Concluímos, portanto, que certamente haviam mortes de animais antes do pecado.
O ser humano não foi criado vegetariano, mas sim alguém que poderia comer
carne, assim como existiam animais carnívoros.
Em outro texto falaremos mais sobre o que "muito bom" significa, e como sabemos que ele não exclui a existência de mortes antes da queda.

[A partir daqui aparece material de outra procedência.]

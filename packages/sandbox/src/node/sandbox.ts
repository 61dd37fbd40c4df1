import { createPool, type Sandbox } from '../pool.js';
import { GuardedProcess } from './guarded-process.js';
import { processScript } from './process-script.js';

/**
 * A sandbox of at most so many processes: separate processes with an empty environment, a bounded heap and a hard kill. They start when there is
 * work, are kept for the next, and end with this program.
 */
export function createSandbox({ processes = 1 }: { readonly processes?: number } = {}): Sandbox {
  const script = processScript();
  return createPool(() => new GuardedProcess(script), processes);
}
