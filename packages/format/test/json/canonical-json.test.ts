import fc from 'fast-check';
import { describe, expect, it } from 'vitest';
import { canonicalJson } from '../../src/json/canonical-json.js';
import type { JsonValue } from '../../src/json/json-value.js';
import { parseJson } from '../../src/json/parse-json.js';
import { refusal } from '../support/caught-error.js';

/** A double from the hexadecimal of its bits, big-endian, as RFC 8785 Appendix B lists them. */
function fromBits(hex: string): number {
  const view = new DataView(new ArrayBuffer(8));
  view.setBigUint64(0, BigInt(`0x${hex}`));
  return view.getFloat64(0);
}

describe('canonicalJson (RFC 8785)', () => {
  it('reproduces the sample of section 3.2.2 and 3.2.3', () => {
    const input = String.raw`{
      "numbers": [333333333.33333329, 1E30, 4.50, 2e-3, 0.000000000000000000000000001],
      "string": "\u20ac$\u000F\u000aA'\u0042\u0022\u005c\\\"\/",
      "literals": [null, true, false]
    }`;
    const expected = String.raw`{"literals":[null,true,false],"numbers":[333333333.3333333,1e+30,4.5,0.002,1e-27],"string":"€$\u000f\nA'B\"\\\\\"/"}`;
    expect(canonicalJson(parseJson(input))).toBe(expected);
    const hex =
      '7b226c69746572616c73223a5b6e756c6c2c747275652c66616c73655d2c226e756d62657273223a5b3333333333333333332e333333333333332c31652b33302c342e352c302e3030322c31652d32375d2c22737472696e67223a22e282ac245c75303030665c6e4127425c225c5c5c5c5c222f227d';
    expect(Buffer.from(canonicalJson(parseJson(input)), 'utf8').toString('hex')).toBe(hex);
  });

  it('sorts the keys of section 3.2.3 by UTF-16 units', () => {
    const input = String.raw`{
      "\u20ac": "Euro Sign",
      "\r": "Carriage Return",
      "\ufb33": "Hebrew Letter Dalet With Dagesh",
      "1": "One",
      "\ud83d\ude00": "Emoji: Grinning Face",
      "\u0080": "Control",
      "\u00f6": "Latin Small Letter O With Diaeresis"
    }`;
    const values = [...canonicalJson(parseJson(input)).matchAll(/:"([^"]*)"/g)].map((found) => found[1]);
    expect(values).toEqual([
      'Carriage Return',
      'One',
      'Control',
      'Latin Small Letter O With Diaeresis',
      'Euro Sign',
      'Emoji: Grinning Face',
      'Hebrew Letter Dalet With Dagesh',
    ]);
  });

  it.each([
    ['0000000000000000', '0'],
    ['8000000000000000', '0'],
    ['0000000000000001', '5e-324'],
    ['8000000000000001', '-5e-324'],
    ['7fefffffffffffff', '1.7976931348623157e+308'],
    ['ffefffffffffffff', '-1.7976931348623157e+308'],
    ['4340000000000000', '9007199254740992'],
    ['c340000000000000', '-9007199254740992'],
    ['4430000000000000', '295147905179352830000'],
    ['44b52d02c7e14af5', '9.999999999999997e+22'],
    ['44b52d02c7e14af6', '1e+23'],
    ['44b52d02c7e14af7', '1.0000000000000001e+23'],
    ['444b1ae4d6e2ef4e', '999999999999999700000'],
    ['444b1ae4d6e2ef4f', '999999999999999900000'],
    ['444b1ae4d6e2ef50', '1e+21'],
    ['3eb0c6f7a0b5ed8c', '9.999999999999997e-7'],
    ['3eb0c6f7a0b5ed8d', '0.000001'],
    ['41b3de4355555553', '333333333.3333332'],
    ['41b3de4355555554', '333333333.33333325'],
    ['41b3de4355555555', '333333333.3333333'],
    ['41b3de4355555556', '333333333.3333334'],
    ['41b3de4355555557', '333333333.33333343'],
    ['becbf647612f3696', '-0.0000033333333333333333'],
    ['43143ff3c1cb0959', '1424953923781206.2'],
  ])('writes the number %s of Appendix B as %s', (hex, text) => {
    expect(canonicalJson(fromBits(hex))).toBe(text);
  });

  it('refuses what has no canonical form', () => {
    const reasons: [JsonValue, string][] = [
      [fromBits('7fffffffffffffff'), 'NaN is not allowed'],
      [fromBits('7ff0000000000000'), 'Infinity is not allowed'],
      ['\ud800', 'Lone surrogate is not allowed'],
    ];
    for (const [value, reason] of reasons) {
      expect(refusal(() => canonicalJson(value))).toEqual([
        'not-json',
        undefined,
        `expected plain JSON data, got a value with no canonical form (${reason})`,
      ]);
    }
    expect(refusal(() => canonicalJson(undefined as unknown as JsonValue))[2]).toBe(
      'expected plain JSON data, got undefined; pass null instead',
    );
  });

  it('is a fixed point of reading and writing, whatever the order of the keys', () => {
    fc.assert(
      fc.property(fc.jsonValue(), (raw) => {
        fc.pre(!JSON.stringify(raw).includes('__proto__'));
        const value = raw as JsonValue;
        const text = canonicalJson(value);
        expect(canonicalJson(parseJson(text))).toBe(text);
        expect(canonicalJson(reversed(value))).toBe(text);
      }),
    );
  });
});

/** The same data with the fields of every object in reverse order. */
function reversed(value: JsonValue): JsonValue {
  if (Array.isArray(value)) return value.map(reversed);
  if (typeof value !== 'object' || value === null) return value;
  return Object.fromEntries(
    Object.entries(value)
      .reverse()
      .map(([key, field]) => [key, reversed(field)]),
  );
}
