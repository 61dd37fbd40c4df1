import { spawn, type ChildProcess } from 'node:child_process';
import { realpathSync } from 'node:fs';
import type { Socket } from 'node:net';
import { tmpdir } from 'node:os';
import { fileURLToPath } from 'node:url';
import { timeFault } from '../engine/faults.js';
import type { CompleteRun } from '../generator-run.js';
import { GRACE_MILLISECONDS, PROCESS_HEAP_MEGABYTES, START_MILLISECONDS } from '../limits.js';
import type { Guarded } from '../pool.js';
import type { RunFault } from '../reply.js';
import { readLines } from './read-lines.js';

/** A reply is JSON text as a string of another JSON text, which escapes some characters, and little else. */
const replyBytes = (outputBytes: number): number => 2 * outputBytes + 2 ** 16;

/** One process that runs generators, one at a time. It is the boundary: empty environment, bounded heap and output, ended from outside. */
export class GuardedProcess implements Guarded {
  readonly #child: ChildProcess;
  readonly #ready: Promise<unknown>;
  #limit = replyBytes(0);
  #settle: ((reply: unknown) => void) | null = null;
  #ended: RunFault | null = null;

  constructor(script: URL) {
    this.#child = start(script);
    this.#child.on('error', (error) => this.#end(error.message));
    this.#child.on('exit', (code, signal) => this.#end(signal === null ? `exit code ${code}` : `signal ${signal}`));
    this.#child.stdin?.on('error', () => undefined);
    if (this.#child.stdout) {
      const overflow = (): void => this.#stop('it wrote too much');
      readLines(
        this.#child.stdout,
        (line) => this.#settle?.(parse(line)),
        () => this.#limit,
        overflow,
      );
    }
    this.#ready = this.#reply(START_MILLISECONDS, {
      code: 'internal',
      message: 'the sandbox did not start; try again',
    });
  }

  /** False after the process ended: it runs nothing more. */
  get alive(): boolean {
    return this.#ended === null;
  }

  /** Sends the run and resolves to whatever came back, or to a fault when the process ended or had to be ended. */
  async run(run: CompleteRun): Promise<unknown> {
    this.#hold(true);
    try {
      const ready = await this.#ready;
      if (ready !== 'ready') return ready;
      this.#limit = replyBytes(run.limits.outputBytes);
      this.#child.stdin?.write(`${JSON.stringify(run)}\n`);
      return await this.#reply(run.limits.milliseconds + 2 * GRACE_MILLISECONDS, timeFault(run.limits));
    } finally {
      this.#hold(false);
    }
  }

  /** Ends the process at once. */
  kill(): void {
    this.#stop('it was ended from outside');
  }

  /** The next line, or a fault: `late` when none comes in time, which ends the process. */
  #reply(milliseconds: number, late: RunFault): Promise<unknown> {
    return new Promise((resolve) => {
      const timer = setTimeout(() => this.#stop(late), milliseconds);
      this.#settle = (reply) => {
        clearTimeout(timer);
        this.#settle = null;
        resolve(reply);
      };
      if (this.#ended !== null) this.#settle({ fault: this.#ended });
    });
  }

  #stop(reason: string | RunFault): void {
    this.#end(reason);
    this.#child.kill('SIGKILL');
  }

  #end(reason: string | RunFault): void {
    this.#ended ??= typeof reason === 'string' ? endFault(reason) : reason;
    this.#settle?.({ fault: this.#ended });
  }

  /** Keeps this program running while the process has work, and not longer. */
  #hold(busy: boolean): void {
    for (const part of [this.#child, this.#child.stdin as Socket | null, this.#child.stdout as Socket | null]) {
      if (busy) part?.ref();
      else part?.unref();
    }
  }
}

function start(script: URL): ChildProcess {
  const path = realpathSync(fileURLToPath(script));
  const options = [`--max-old-space-size=${PROCESS_HEAP_MEGABYTES}`, '--no-warnings', ...permissions(path)];
  return spawn(process.execPath, [...options, path], {
    env: {},
    cwd: tmpdir(),
    stdio: ['pipe', 'pipe', 'ignore'],
    windowsHide: true,
  });
}

/** Where Node.js has a permission model: no file but the script, no process, and threads, one of which is needed. A comma or star in the path means more than itself. */
function permissions(script: string): string[] {
  const flag = ['--permission', '--experimental-permission'].find((name) =>
    process.allowedNodeEnvironmentFlags.has(name),
  );
  return flag === undefined || /[,*]/.test(script) ? [] : [flag, `--allow-fs-read=${script}`, '--allow-worker'];
}

function endFault(reason: string): RunFault {
  const message = `expected generate.js to run, but its process ended (${reason}); build a smaller model`;
  return { code: 'generator-failed', message };
}

function parse(line: string): unknown {
  try {
    return JSON.parse(line);
  } catch {
    return null;
  }
}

* Esse texto é parte do livro A Gênese em Gênesis: solucionando a controvérsia das eras, 2ª Ed., São Paulo: Ed. do Autor, 2019, p. 149-166
[1] A interpretação de que essa “vida eterna” era qualitativa é uma adição ao texto, sem qualquer razão exegética para ser aceita.
[1] A interpretação de que essa “vida eterna” era qualitativa é uma adição ao texto, sem qualquer razão exegética para ser aceita.
[2] John Walton,
The lost world of Adam and Eve: Genesis 2-3 and the human origins debate,
Downers Grove. IL: InterVarsity Press, 2015 ,p. 62. Edição ePub
[3] Daniel J. Stulac, Hierarchy and Violence in Genesis 1:26-28:
An Agrarian Solution, 2013, disponível em https://www.academia.edu/5186990/Hierarchy_and_Violence_in_Genesis_1_26-28_An_Agrarian_Solution?a;
acesso 06/01/2019
[4] Joshua John Van Ee,
Death and the Garden: An Examination
of Original Immortality, Vegetarianism, and Animal Peace in the Hebrew Bible
and Mesopotamia, 2016, p. 201, 206-207, disponível em https://escholarship.org/uc/item/0qm3n0mt; acesso 06/01/2019
[5] Ibid, p. 207
[6] Ibid. p. 208
[7] Ibid.
[8] Ibid. p. 211
[9] Ibid. p. 245, 249, 206-207
[10] A tradução da NVI coloca que “agora” eles poderão
comer animais, assim como comem vegetais. Mas o “agora” não existe no hebraico.